• _What is expected_
Beginning with the first line of the data below, extract each line up to and including the one containing "from takeoff.reports import rounding". Copy them exactly and add nothing.

※ ※ ※

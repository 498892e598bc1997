"""Where several lists make one schedule: a sheet for each list, its rows live from the schedule, its own total. Rank 9."""

from __future__ import annotations

import re
from pathlib import PurePath
from typing import TYPE_CHECKING

from takeoff.reports import rounding
from takeoff.reports.wording import counted, shown
from takeoff.reports.workbook.schedule import BLANKS, FIRST, WORDS, Plan
from takeoff.reports.workbook.sheet import SCHEDULE, Book, Sheet, place

if TYPE_CHECKING:
    from takeoff.pipeline import InputFile, Result

_COLUMNS = 11
_HEADINGS = 5
#: signs that a sheet's name may not hold
_FORBIDDEN = re.compile(r"[\[\]:*?/\\'\x00-\x1f]")


def names(result: Result) -> list[str]:
    """A sheet's name for each list, in their order; none where there is one list only."""
    if len(result.inputs) < 2:
        return []
    return [f"List {number} {_FORBIDDEN.sub(' ', shown(PurePath(i.file).stem))[:20]}".strip() for number, i in enumerate(result.inputs, 1)]


def write(book: Book, result: Result, plan: Plan, *, live: bool) -> None:
    """Write a sheet for each list; without `live` the figures stand as they are."""
    files = result.members["file"].tolist()
    for name, source in zip(names(result), result.inputs, strict=False):
        rows = [i for i, file in enumerate(files) if file == source.file]
        _list(book.sheets[name], result, plan, (source, rows), live=live)


def _list(sheet: Sheet, result: Result, plan: Plan, of: tuple[InputFile, list[int]], *, live: bool) -> None:
    source, rows = of
    frame, units, unit = result.members, sheet.book.units, sheet.book.mass_unit
    sheet.widths([8, 14, 16, 9, 26, 26, 14, 14, 14, 14, 14])
    sheet.height(0, 24)
    sheet.text(0, 0, f"{shown(source.file)}: {sheet.book.title}", "title")
    lacking = sum(1 for i in rows if frame.at[i, "status"] == "not weighed")
    said = f"{counted(len(rows), 'row')} of this list" + (f", INCOMPLETE: {counted(lacking, 'row')} not weighed" if lacking else "")
    sheet.text(1, 0, f"{said}. Checksum (SHA-256) {source.sha256}", "quiet")
    sums = 3
    sheet.text(sums, 0, "Total of this list, of the rows weighed", "total")
    sheet.texts(sums, 1, [None] * 6, "total")
    masses = {word: [rounding.in_mass_unit(v, units) for v in frame.loc[rows, f"total_{word}_kg"].tolist()] for word in WORDS}
    last = _HEADINGS + max(len(rows), 1)
    for offset, word in enumerate(WORDS):
        letter = "HIJ"[offset]
        total = float(frame.loc[rows, f"total_{word}_kg"].sum())
        sheet.formula(
            sums, 7 + offset, f"=SUM({letter}{_HEADINGS + 2}:{letter}{last + 1})", rounding.in_mass_unit(total, units), "total mass"
        )
    sheet.text(sums, 10, None, "total")
    sheet.height(_HEADINGS, 30)
    for column, text in enumerate(
        (
            "Row",
            "Mark",
            "Assembly",
            "Pieces",
            "Section",
            "Material",
            f"One piece, heavy ({unit})",
            *(f"All pieces, {word} ({unit})" for word in WORDS),
            "State",
        )
    ):
        sheet.text(_HEADINGS, column, text, "head right" if column in (0, 3, 6, 7, 8, 9) else "head")
    texts = {key: frame[key].tolist() for key in ("mark", "assembly", "section", "material", "status")}
    figures = {key: frame[key].astype(float).tolist() for key in ("row", "quantity", "each_heavy_kg")}
    for number, i in enumerate(rows):
        row, there = _HEADINGS + 1 + number, FIRST + i
        sheet.link(row, 0, place(SCHEDULE, there, plan.index("mark"), fixed=False), figures["row"][i])
        for column, key in ((1, "mark"), (2, "assembly"), (4, "section"), (5, "material")):
            sheet.text(row, column, texts[key][i] or BLANKS.get(key), "cell wrap")
        sheet.number(row, 3, figures["quantity"][i], "whole")
        weighed = texts["status"][i] != "not weighed"
        values = [("each_heavy_kg", rounding.in_mass_unit(figures["each_heavy_kg"][i], units))]
        values += [(f"total_{word}_kg", masses[word][number]) for word in WORDS]
        for offset, (key, value) in enumerate(values):
            style = "mass heavy" if key == "total_heavy_kg" else "mass"
            if not weighed or value != value:  # noqa: PLR0124  (NaN is the only value that differs from itself)
                sheet.text(row, 6 + offset, None, style)
            elif live:
                sheet.formula(row, 6 + offset, f"={place(SCHEDULE, there, plan.index(key))}", value, style)
            else:
                sheet.number(row, 6 + offset, value, style)
        sheet.text(row, 10, texts["status"][i], "cell" if weighed else "cell bold")
    if not rows:
        sheet.texts(_HEADINGS + 1, 0, ("(none)", *[None] * 10), "cell")
    sheet.raw.freeze_panes(_HEADINGS + 1, 2)
    sheet.raw.repeat_rows(_HEADINGS)
    sheet.raw.autofilter(_HEADINGS, 0, last, _COLUMNS - 1)
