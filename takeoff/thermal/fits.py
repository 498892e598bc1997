"""A pin in a bore at two temperatures: clearance or interference, and the temperature that gives a wanted clearance. Rank 5.

A bore grows as the ring around it would if it were solid: d(T) = d20 (1 + e(T)).
"""

from __future__ import annotations

import math
from collections.abc import Callable
from dataclasses import dataclass

from takeoff.errors import InputError
from takeoff.findings import Finding
from takeoff.materials import Law, Material, law_of
from takeoff.thermal import notes
from takeoff.thermal.lengths import REFERENCE_C, factor

#: how finely a temperature is looked for, and how closely it is found, in K
_STEP, _CLOSE = 1.0, 1e-9


@dataclass(frozen=True, slots=True)
class Fit:
    """Diameters in mm at their temperatures; `clearance_mm` below zero is interference; None where a material gives no answer.

    temperature_for_clearance_C : of the part that is brought to it (`part`), the other left at its temperature.
    heat_bore_to_C, cool_pin_to_C, both_at_C : the three ways to the wanted clearance, each None where it is out of reach.
    """

    bore_material: Material
    pin_material: Material
    bore_law: Law
    pin_law: Law
    bore_nominal_mm: float
    pin_nominal_mm: float
    bore_C: float
    pin_C: float
    bore_mm: float | None
    pin_mm: float | None
    clearance_mm: float | None
    wanted_mm: float | None
    part: str
    temperature_for_clearance_C: float | None
    heat_bore_to_C: float | None
    cool_pin_to_C: float | None
    both_at_C: float | None
    findings: tuple[Finding, ...]

    @property
    def answered(self) -> bool:
        """Whether everything that was asked has an answer."""
        return not any(f.level == "refused" for f in self.findings)


def fit(
    bore_material: Material, bore_mm: float, pin_material: Material, pin_mm: float, *, bore_C: float | None = None,
    pin_C: float | None = None, clearance_mm: float | None = None,
) -> Fit:
    """The fit of two diameters given at 20 °C; a temperature left out is 20 °C.

    The temperature that gives `clearance_mm` is the bore's; the pin's where only the bore's temperature is given.
    Raises InputError on a diameter that is none or a temperature below absolute zero.
    """
    for name, size in (("bore", bore_mm), ("pin", pin_mm)):
        if not 0 < size < math.inf:
            raise InputError(f"the {name} is no diameter", read=f"{size:g} mm", right="a diameter above zero")
    bore_at, pin_at = (REFERENCE_C if t is None else t for t in (bore_C, pin_C))

    def bore(t: float) -> float | None:
        return _size(bore_material, bore_mm, t)

    def pin(t: float) -> float | None:
        return _size(pin_material, pin_mm, t)

    findings = [f for m, t in ((bore_material, bore_at), (pin_material, pin_at)) for f in notes.about_temperatures(m, (t,))]
    for material in dict.fromkeys((bore_material, pin_material)):
        findings += notes.about_material(material)
    big, small = bore(bore_at), pin(pin_at)
    gap = None if big is None or small is None else big - small
    heat = cool = both = None
    part = "pin" if bore_C is not None and pin_C is None else "bore"
    if clearance_mm is not None and gap is not None and big is not None and small is not None:
        still_big, still_small = big, small
        heat = _find(lambda t: _less(bore(t), still_small + clearance_mm), bore_at, _reach(bore_material))
        cool = _find(lambda t: _less(still_big - clearance_mm, pin(t)), pin_at, _reach(pin_material))
        ends = [_reach(m) for m in (bore_material, pin_material)]
        both = _find(
            lambda t: _less(_less(bore(t), pin(t)), clearance_mm), REFERENCE_C, (max(e[0] for e in ends), min(e[1] for e in ends))
        )
        found = cool if part == "pin" else heat
        if found is None:
            findings.append(Finding(
                "refused", "not-reached", f"no temperature of the {part} within the range of its law gives the wanted clearance",
                read=f"{clearance_mm:g} mm", right="a smaller clearance, or another temperature of the other part",
            ))
    return Fit(
        bore_material, pin_material, law_of(bore_material), law_of(pin_material), bore_mm, pin_mm, bore_at, pin_at, big, small, gap,
        clearance_mm, part, cool if part == "pin" else heat, heat, cool, both, tuple(dict.fromkeys(findings)),
    )


def _size(material: Material, size_mm: float, temperature_C: float) -> float | None:
    times = factor(material, temperature_C, size="diameter")
    return None if times is None else size_mm * times


def _less(a: float | None, b: float | None) -> float | None:
    return None if a is None or b is None else a - b


def _reach(material: Material) -> tuple[float, float]:
    """The range of the row's law, short of its melting point."""
    pieces = law_of(material).pieces
    if not pieces:
        return (REFERENCE_C, REFERENCE_C)
    high = pieces[-1].to_C if material.melting_C is None else min(pieces[-1].to_C, material.melting_C)
    return (pieces[0].from_C, high)


def _find(function: Callable[[float], float | None], start: float, ends: tuple[float, float]) -> float | None:
    """The zero of a function of temperature nearest to `start`, looked for step by step both ways; None where there is none."""
    here = function(start)
    if here is None:
        return None
    if here == 0:
        return start
    found = [t for direction in (1, -1) if (t := _walk(function, start, here, direction, ends)) is not None]
    return min(found, key=lambda t: abs(t - start)) if found else None


def _walk(
    function: Callable[[float], float | None], start: float, here: float, direction: int, ends: tuple[float, float]
) -> float | None:
    end = ends[1] if direction > 0 else ends[0]
    t, value = start, here
    while (end - t) * direction > 0:
        further = t + direction * min(_STEP, abs(end - t))
        ahead = function(further)
        if ahead is None:
            return None
        if (ahead > 0) != (value > 0):
            return _halve(function, t, further, value)
        t, value = further, ahead
    return None


def _halve(function: Callable[[float], float | None], a: float, b: float, at_a: float) -> float:
    while abs(b - a) > _CLOSE:
        middle = (a + b) / 2
        value = function(middle)
        if value is None or (value > 0) == (at_a > 0):
            a = middle
        else:
            b = middle
    return (a + b) / 2
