"""Volume of a piece and mass of what a vessel holds, at a temperature. Mass is conserved: density falls as volume grows. Rank 5."""

from __future__ import annotations

from takeoff.materials import Material, density_at
from takeoff.materials.stretch import stretch
from takeoff.thermal.lengths import REFERENCE_C, grown


def volume_factor(material: Material, temperature_C: float) -> float | None:
    """Volume at a temperature over the volume at 20 °C, each direction once; None where the expansion is not known."""
    there = grown(material, temperature_C)
    along, across, through = (stretch(there, size) for size in ("length", "width", "thickness"))
    return None if along is None or across is None or through is None else along * across * through


def volume_at(material: Material, volume_m3: float, temperature_C: float, *, volume_at_C: float = REFERENCE_C) -> float | None:
    """Volume at a temperature of a piece that has `volume_m3` at `volume_at_C`."""
    before, after = volume_factor(material, volume_at_C), volume_factor(material, temperature_C)
    return None if before is None or after is None else volume_m3 * after / before


def contents_kg(vessel: Material, volume_m3: float, contents: Material, temperature_C: float) -> float | None:
    """Mass of what fills a vessel of `volume_m3` at 20 °C: its inside grows with the vessel, the contents have their own density.

    None where the vessel's expansion or the contents' density is not known (water below 0 or above 100 °C).
    """
    inside = volume_at(vessel, volume_m3, temperature_C)
    density = density_at(contents, temperature_C).density
    return None if inside is None or density is None or density.nominal is None else inside * density.nominal
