class Sheet:
    """One sheet. Cells must be written row by row, downward: a long list keeps only the current row."""

    def __init__(self, book: Book, sheet: Any, name: str) -> None:
        self.book, self.raw, self.name = book, sheet, name
        self.styles = book.styles
        self.links = 0
        self.column_widths: list[float] = []
        self._heights: dict[int, float] = {}
        sheet.set_landscape()
        sheet.set_paper(9 if book.units == "si" else 1)
        sheet.set_margins(left=0.5, right=0.5, top=0.55, bottom=0.75)
        sheet.fit_to_pages(1, 0)
        sheet.hide_gridlines(2)
        about = " ".join(p for p in (book.title, f"({book.subtitle})" if book.subtitle else "") if p)[:140]
        sheet.set_footer(f"&L&8{about.replace('&', '&&')}&C&8{name}&R&8Page &P of &N")

    def widths(self, widths: Sequence[float]) -> None:
        self.column_widths = list(widths)
        for column, width in enumerate(widths):
            self.raw.set_column(column, column, width)

    def text(self, row: int, column: int, text: object, style: str = "text") -> None:
        if text is None or text == "":
            self.raw.write_blank(row, column, None, self.styles[style])
            return
        clean = cell_text(text)
        self.raw.write_string(row, column, clean, self.styles[style])
        if style in _WRAPPED:
            self._grow(row, self.lines(clean, column, style))

    def block(self, first: int, count: int) -> Block:
        """Rows to be written column by column; after them, rows below may be written cell by cell again."""
        return Block(self, first, count)

    def wraps(self, style: str) -> bool:
        return style in _WRAPPED

    def lines(self, text: str, column: int, style: str) -> int:
        """How many lines a text takes in a column in this style."""
        return lines_of(text, (self.column_widths[column] - 1.5) * _fill(style))

    def points(self, lines: int) -> float:
        """The height of a row of so many lines."""
        return min(_LINE * lines + 2.5, _TALLEST)

    def note_heights(self, heights: Mapping[int, float]) -> None:
        """Keep in mind the heights of rows that were written at once."""
        self._heights.update(heights)

    def _grow(self, row: int, lines: int) -> None:
        """Make a row tall enough for its wrapped texts: not every program does so by itself when it opens a file."""
        points = self.points(lines)
        if lines > 1 and points > self._heights.get(row, 0.0):
            self.height(row, points)

    def texts(self, row: int, column: int, texts: Iterable[object], style: str = "text") -> None:
        for offset, text in enumerate(texts):
            self.text(row, column + offset, text, style)

    def number(self, row: int, column: int, value: float | None, style: str) -> None:
        if value is None or value != value:  # noqa: PLR0124  (NaN is the only value that differs from itself)
            self.raw.write_blank(row, column, None, self.styles[style])
        else:
            self.raw.write_number(row, column, value, self.styles[style])

    def formula(self, row: int, column: int, formula: str, value: float, style: str) -> None:
        """A live formula with its computed result."""
        self.raw.write_formula(row, column, formula, self.styles[style], value)

    def link(self, row: int, column: int, to: str, text: str | float, style: str = "link") -> None:
        """A cell that leads to another place of the workbook, such as ``'Picks'!A4``; plain where links run out."""
        if self.links < MOST_LINKS:
            self.links += 1
            self.raw.write_url(row, column, f"internal:{to}", self.styles[style], "x")
        if isinstance(text, str):
            self.text(row, column, text, style)
        else:
            self.number(row, column, text, style)

    def link_out(self, row: int, column: int, to: str, text: str, style: str = "link") -> None:
        """A cell that leads to another file, such as ``list.xlsx#'Steel'!A14``; plain where links run out or it is too long."""
        if self.links < MOST_LINKS and len(to) < 1000:
            self.links += 1
            self.raw.write_url(row, column, f"external:{to}", self.styles[style], "x")
        else:
            style = "cell"
        self.text(row, column, text, style)

    def chart(self, row: int, chart: Any, pixels: int) -> None:
        """Place a chart over the sheet's whole width, its top at `row`, `pixels` high; the rows below must be left for it."""
        wide = int(sum(7 * width + 5 for width in self.column_widths))
        chart.set_size({"width": wide, "height": pixels - 8})
        self.raw.insert_chart(row, 0, chart, {"object_position": 1})

    def long_text(self, row: int, columns: tuple[int, int], text: str, style: str = "wrap") -> None:
        """A paragraph over several columns."""
        width = sum(self.column_widths[columns[0]:columns[1] + 1]) * _fill(style)
        clean = cell_text(text)
        self._grow(row, lines_of(clean, width))
        self.raw.merge_range(row, columns[0], row, columns[1], "", self.styles[style])
        self.raw.write_string(row, columns[0], clean, self.styles[style])

    def paginate(self, columns: int, blocks: Sequence[int], end: int, *, new_page: Sequence[int] = ()) -> None:
        """Print `columns` to the page's width, and start a page rather than break a block that a page can hold.

        `blocks` are the rows where blocks start, `end` the row after the last; those in `new_page` start one anyway. The
        scale is reckoned from the widths: "fit to width" makes a spreadsheet program pass over page breaks.
        """
        wide, high = (11.69, 8.27) if self.book.units == "si" else (11.0, 8.5)
        # A column is 7 pixels a character and 5 more, at 96 pixels to the inch; the rest is for programs that draw wider.
        inches = sum(7 * width + 5 for width in self.column_widths[:columns]) / 96
        scale = max(0.1, min(1.0, 0.92 * (wide - 1.0) / inches))
        room = 0.97 * (high - 1.3) * 72 / scale
        breaks, used = [], self._height(0, blocks[0]) if blocks else 0.0
        for start, stop in zip(blocks, [*blocks[1:], end][: len(blocks)], strict=True):
            height = self._height(start, stop)
            if start in new_page or (used + height > room and used > 0 and start != blocks[0]):
                breaks.append(start)
                used = 0.0
            used = (used + height) % room
        self.raw.set_print_scale(int(100 * scale))
        self.raw.set_h_pagebreaks(breaks[:1000])  # the format takes few more

    def tall(self, start: int, stop: int) -> float:
        """How tall the rows from `start` to before `stop` are, in points."""
        return self._height(start, stop)

    def _height(self, start: int, stop: int) -> float:
        return sum(self._heights.get(row, _ROW) for row in range(start, stop))

    def height(self, row: int, points: float) -> None:
        """Set a row's height. Must come before the next row is written."""
        self._heights[row] = points
        self.raw.set_row(row, points)

    def heading(self, row: int, text: str, columns: int) -> None:
        """A block's heading with a rule across its columns."""
        self.height(row, 19)
        self.text(row, 0, text, "block")
        for column in range(1, columns):
            self.text(row, column, None, "block")
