class _Columns:
    """The cells of the schedule's rows, by column and part of the list."""

    def __init__(self, book: Book, result: Result, plan: Plan, basis_rows: Sequence[int]) -> None:
        self.book, self.frame = book, result.members
        self.us = book.units == "us"
        self.notes = _notes(result)
        self.at = {column.key: index for index, column in enumerate(plan.columns)}
        # A text that wraps makes its row taller, so those beyond the printed columns stay on one line.
        self.printed = self.at["note"]
        kinds = added.kinds(self.frame)
        self.parts = {
            word: [letters(self.at[key]) for key in (f"bare_{word}_kg", *(f"add_{kind}_{word}_kg" for kind in kinds)) if key in self.at]
            for word in WORDS
        }
        self.addition_numbers = added.basis_numbers(result) if "added" in self.at else []
        self.linked = len(self.frame) <= _MOST_LINKED
        self.basis_links = [(place(BASIS, row, 0, fixed=False), number + 1) for number, row in enumerate(basis_rows)]
        self._weighed = self.frame["status"].ne("not weighed").to_numpy()

    def _letter(self, key: str) -> str:
        return letters(self.at[key])

    def _masses(self, key: str, part: slice) -> list[float]:
        """A column of masses in the unit they are printed in."""
        units = self.book.units
        masses: list[float] = self.frame[key].to_numpy(dtype=float)[part].tolist()
        return masses if units == "si" else [rounding.in_mass_unit(mass, units) for mass in masses]

    def _masses_weighed(self, key: str, part: slice) -> list[float | None]:
        return [m if w else None for m, w in zip(self._masses(key, part), self._weighed[part].tolist(), strict=True)]

    def write(self, block: Block, key: str, index: int, part: slice) -> None:
        """The cells of one column."""
        frame = self.frame
        word = key.split("_")[1] if key.startswith(("each_", "total_")) else ""
        style = "mass heavy" if word == "heavy" else "mass"
        if key == "basis":
            block.links([self.basis_links[i] if i >= 0 else None for i in frame["basis_id"].to_numpy()[part].tolist()])
        elif key == "note":
            block.texts([self.notes.get(number) for number in range(part.start, part.stop)], "cell wrap")
        elif key == "where":
            self._where(block, part)
        elif key == "status":
            statuses = frame["status"].to_numpy()[part].tolist()
            block.texts(statuses, [_STATUS_STYLE[status] for status in statuses])
        elif key in {"row", "quantity"}:
            block.numbers(frame[key].to_numpy()[part].tolist(), "whole")
        elif key.startswith("each_"):
            values = self._masses_weighed(key, part)
            if self.parts[word]:
                block.formulas("=" + "+".join(f"{letter}#" for letter in self.parts[word]), values, style)
            else:
                block.numbers(values, style)
        elif key.startswith(_PART_KEYS):
            block.numbers(self._masses(key, part), "mass")
        elif key == "apart":
            self._apart(block, part)
        elif key == "of_which":
            each, bare = (self._masses_weighed(name, part) for name in ("each_heavy_kg", "bare_heavy_kg"))
            more = [None if e is None or b is None else e - b for e, b in zip(each, bare, strict=True)]
            block.formulas(f"={self._letter('each_heavy_kg')}#-{self.parts['heavy'][0]}#", more, "mass")
        elif key == "added":
            block.texts(self.addition_numbers[part], "cell")
        elif key.startswith("total_"):
            formula = f"={self._letter('quantity')}#*{self._letter(f'each_{word}_kg')}#"
            block.formulas(formula, self._masses_weighed(key, part), style)
        elif key in _SIZES:
            sizes: list[float] = frame[key].to_numpy(dtype=float)[part].tolist()
            if self.us and key == "length_mm":
                block.texts([rounding.feet_inches(v) if v == v else None for v in sizes], "cell right")  # noqa: PLR0124 - not NaN
            else:
                block.numbers([v / rounding.MM_PER_IN for v in sizes] if self.us else sizes, "size us" if self.us else "size")
        else:
            blank = BLANKS.get(key)
            texts = [v if isinstance(v, str) and v else blank for v in frame[key].to_numpy(dtype=object)[part].tolist()]
            block.texts(texts, "cell wrap" if index < self.printed else "cell")

    def _where(self, block: Block, part: slice) -> None:
        rows_at = [self.frame[key].to_numpy(dtype=object)[part].tolist() for key in ("file", "sheet", "row")]
        files = {file: row_place(file, None, 0).removesuffix("row 0") for file in dict.fromkeys(rows_at[0])}
        places = [
            f"{files[file]}row {row}" if not isinstance(sheet, str) else row_place(file, sheet, row)
            for file, sheet, row in zip(*rows_at, strict=True)
        ]
        if not self.linked or block.quick:
            block.texts(places, "cell")
            return

        def write(number: int, row: int, column: int) -> None:
            to = input_link(self.book, *(values[number] for values in rows_at))
            if to is None:
                block.sheet.text(row, column, places[number], "cell")
            else:
                block.sheet.link_out(row, column, to, places[number])

        block.by_cell(write)

    def _apart(self, block: Block, part: slice) -> None:
        """How far the list's own mass of a piece is from ours, percent; live where the bare mass has a column."""
        stated, ours = (self.frame[key].to_numpy(dtype=float)[part].tolist() for key in ("claimed_each_kg", "bare_nominal_kg"))
        here = letters(self.at.get("bare_nominal_kg", self.at["each_nominal_kg"]))
        apart = [100 * (s / o - 1) if s > 0 and o > 0 else None for s, o in zip(stated, ours, strict=True)]
        block.formulas(f"=100*({self._letter('claimed_each_kg')}#/{here}#-1)", apart, "size")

※ ※ ※

• _Written answer_
repository 498892e598bc1997
"""Where several lists make one schedule: a sheet for each list, its rows live from the schedule, its own total. Rank 9."""

from __future__ import annotations

import re
from pathlib import PurePath
from typing import TYPE_CHECKING

from takeoff.reports import rounding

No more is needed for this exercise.